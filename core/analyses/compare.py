"""Compare checkpoints on one text: paired tests per sigma, tolerances side by side, and
a character-level footing when the checkpoints tokenize differently.

Pairing uses repeat 0 of each sweep (same text, same noise seed): per unit (token, or
character when tokenizers or K differ) "A right / B right" at each sigma, tested with
McNemar's test — exact binomial when the discordant count is below 25, else the
chi-square form with continuity correction (common practice; both as in statsmodels).
"""

from __future__ import annotations

import csv
import io
import json
import math
import os
from dataclasses import asdict, dataclass, field
from pathlib import Path
from typing import Any, Callable, Sequence

import numpy as np

from core.codecs.contract import opened
from core.errors import ChunkscopeError
from core.outputs.files import result_folder, staged_folder
from core.engine.noise import encode_chunks
from core.engine.sweep import (
    DEFAULT_NOISE, DEFAULT_REPEATS, DEFAULT_SEED, DEFAULT_SIGMAS, SweepResult, SweepSettings, read_sweep, run_sweep,
)
from core.outputs.reading import Damaged, json_kind, need
from core.engine.text import chunk_text
from core.engine.tolerance import LOSS, Tolerance

ALPHA = 0.05  # the significance level of every paired test the tool reports
SIGNIFICANT = f"p < {ALPHA:g}"
COMPARISON_NOISES = ("data-scale", "isotropic")  # a comparison sweeps under both; either can be the main one
EXACT_BELOW = 25
SCALE_WARNING_RATIO = 1.5


def _binomial_cdf_half(k: int, n: int) -> float:
    """P(X <= k) for X ~ Binomial(n, 1/2), summed in log space."""
    if k >= n:
        return 1.0
    log_terms = [math.lgamma(n + 1) - math.lgamma(i + 1) - math.lgamma(n - i + 1) - n * math.log(2) for i in range(k + 1)]
    top = max(log_terms)
    return min(1.0, math.exp(top) * sum(math.exp(t - top) for t in log_terms))


@dataclass
class McNemar:
    statistic: float
    pvalue: float
    method: str  # "exact" or "chi-square"


def mcnemar(b: int, c: int, exact: bool | None = None, correction: bool = True) -> McNemar:
    """McNemar's test on the discordant counts b (A right, B wrong) and c (A wrong, B right)."""
    n = b + c
    if exact is None:
        exact = n < EXACT_BELOW
    if exact:
        if n == 0:
            return McNemar(0.0, 1.0, "exact")
        return McNemar(float(min(b, c)), min(1.0, 2.0 * _binomial_cdf_half(min(b, c), n)), "exact")
    if n == 0:
        return McNemar(0.0, 1.0, "chi-square")
    diff = abs(b - c) - (1.0 if correction else 0.0)
    stat = diff * diff / n  # as statsmodels: Edwards' correction, not clipped at zero
    return McNemar(stat, math.erfc(math.sqrt(stat / 2.0)), "chi-square")


def character_correctness(text_length: int, spans: np.ndarray, token_correct: np.ndarray) -> np.ndarray:
    """Per character: correct when every token holding any of its bytes decoded correctly."""
    chars = np.ones(text_length, dtype=bool)
    lengths = spans[:, 1] - spans[:, 0]
    owner = np.repeat(np.arange(len(spans)), lengths)
    chars[: len(owner)] = token_correct[owner] if len(owner) else chars[:0]
    empty = np.flatnonzero(lengths == 0)
    for t in empty:  # a token holding part of a character: its failure spoils that character
        if not token_correct[t]:
            start = int(spans[t, 0])
            if start < text_length:
                chars[start] = False
    return chars


def unit_correctness(result: SweepResult, sigma_index: int, unit: str) -> np.ndarray:
    correct = result.decoded[:, sigma_index].astype(np.int64) == result.chunks.token_ids
    if unit == "token":
        return correct
    return character_correctness(len(result.chunks.text), result.chunks.spans, correct)


def comparison_unit(a: SweepResult, b: SweepResult) -> str:
    same = (
        a.chunks.chunk_size == b.chunks.chunk_size
        and len(a.chunks.token_ids) == len(b.chunks.token_ids)
        and np.array_equal(a.chunks.token_ids, b.chunks.token_ids)
        and np.array_equal(a.chunks.spans, b.chunks.spans)
    )
    return "token" if same else "character"


@dataclass
class PairedRow:
    sigma: float
    accuracy_a: float
    accuracy_b: float
    difference: float  # B - A, on the compared unit
    a_only: int  # units A got right and B wrong
    b_only: int
    units: int
    statistic: float
    pvalue: float
    method: str


@dataclass
class PairedComparison:
    name_a: str
    name_b: str
    unit: str
    rows: list[PairedRow]

    def significant(self, alpha: float = ALPHA) -> list[bool]:
        return [r.pvalue < alpha for r in self.rows]


def paired_comparison(a: SweepResult, b: SweepResult) -> PairedComparison:
    if a.chunks.text_sha256 != b.chunks.text_sha256:
        raise ChunkscopeError("the two sweeps were run on different texts, so they cannot be paired.")
    if tuple(a.sigmas) != tuple(b.sigmas) or a.settings.seed != b.settings.seed or a.settings.noise != b.settings.noise:
        raise ChunkscopeError("the two sweeps used different grids, seeds or noise models, so they cannot be paired.")
    unit = comparison_unit(a, b)
    rows = []
    for i, sigma in enumerate(a.sigmas):
        ca, cb = unit_correctness(a, i, unit), unit_correctness(b, i, unit)
        only_a = int(np.sum(ca & ~cb))
        only_b = int(np.sum(~ca & cb))
        test = mcnemar(only_a, only_b)
        rows.append(
            PairedRow(
                sigma=float(sigma), accuracy_a=float(ca.mean()), accuracy_b=float(cb.mean()),
                difference=float(cb.mean() - ca.mean()), a_only=only_a, b_only=only_b, units=int(len(ca)),
                statistic=test.statistic, pvalue=test.pvalue, method=test.method,
            )
        )
    return PairedComparison(a.codec_name, b.codec_name, unit, rows)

:::::

**WHAT TO DO**
Pull every line containing the string "core" out of the data above and copy it.

**ANSWER TO THIS TASK**
filename core/analyses/compare.py
from core.codecs.contract import opened
from core.errors import ChunkscopeError
from core.outputs.files import result_folder, staged_folder
from core.engine.noise import encode_chunks
from core.engine.sweep import (
from core.outputs.reading import Damaged, json_kind, need
from core.engine.text import chunk_text
from core.engine.tolerance import LOSS, Tolerance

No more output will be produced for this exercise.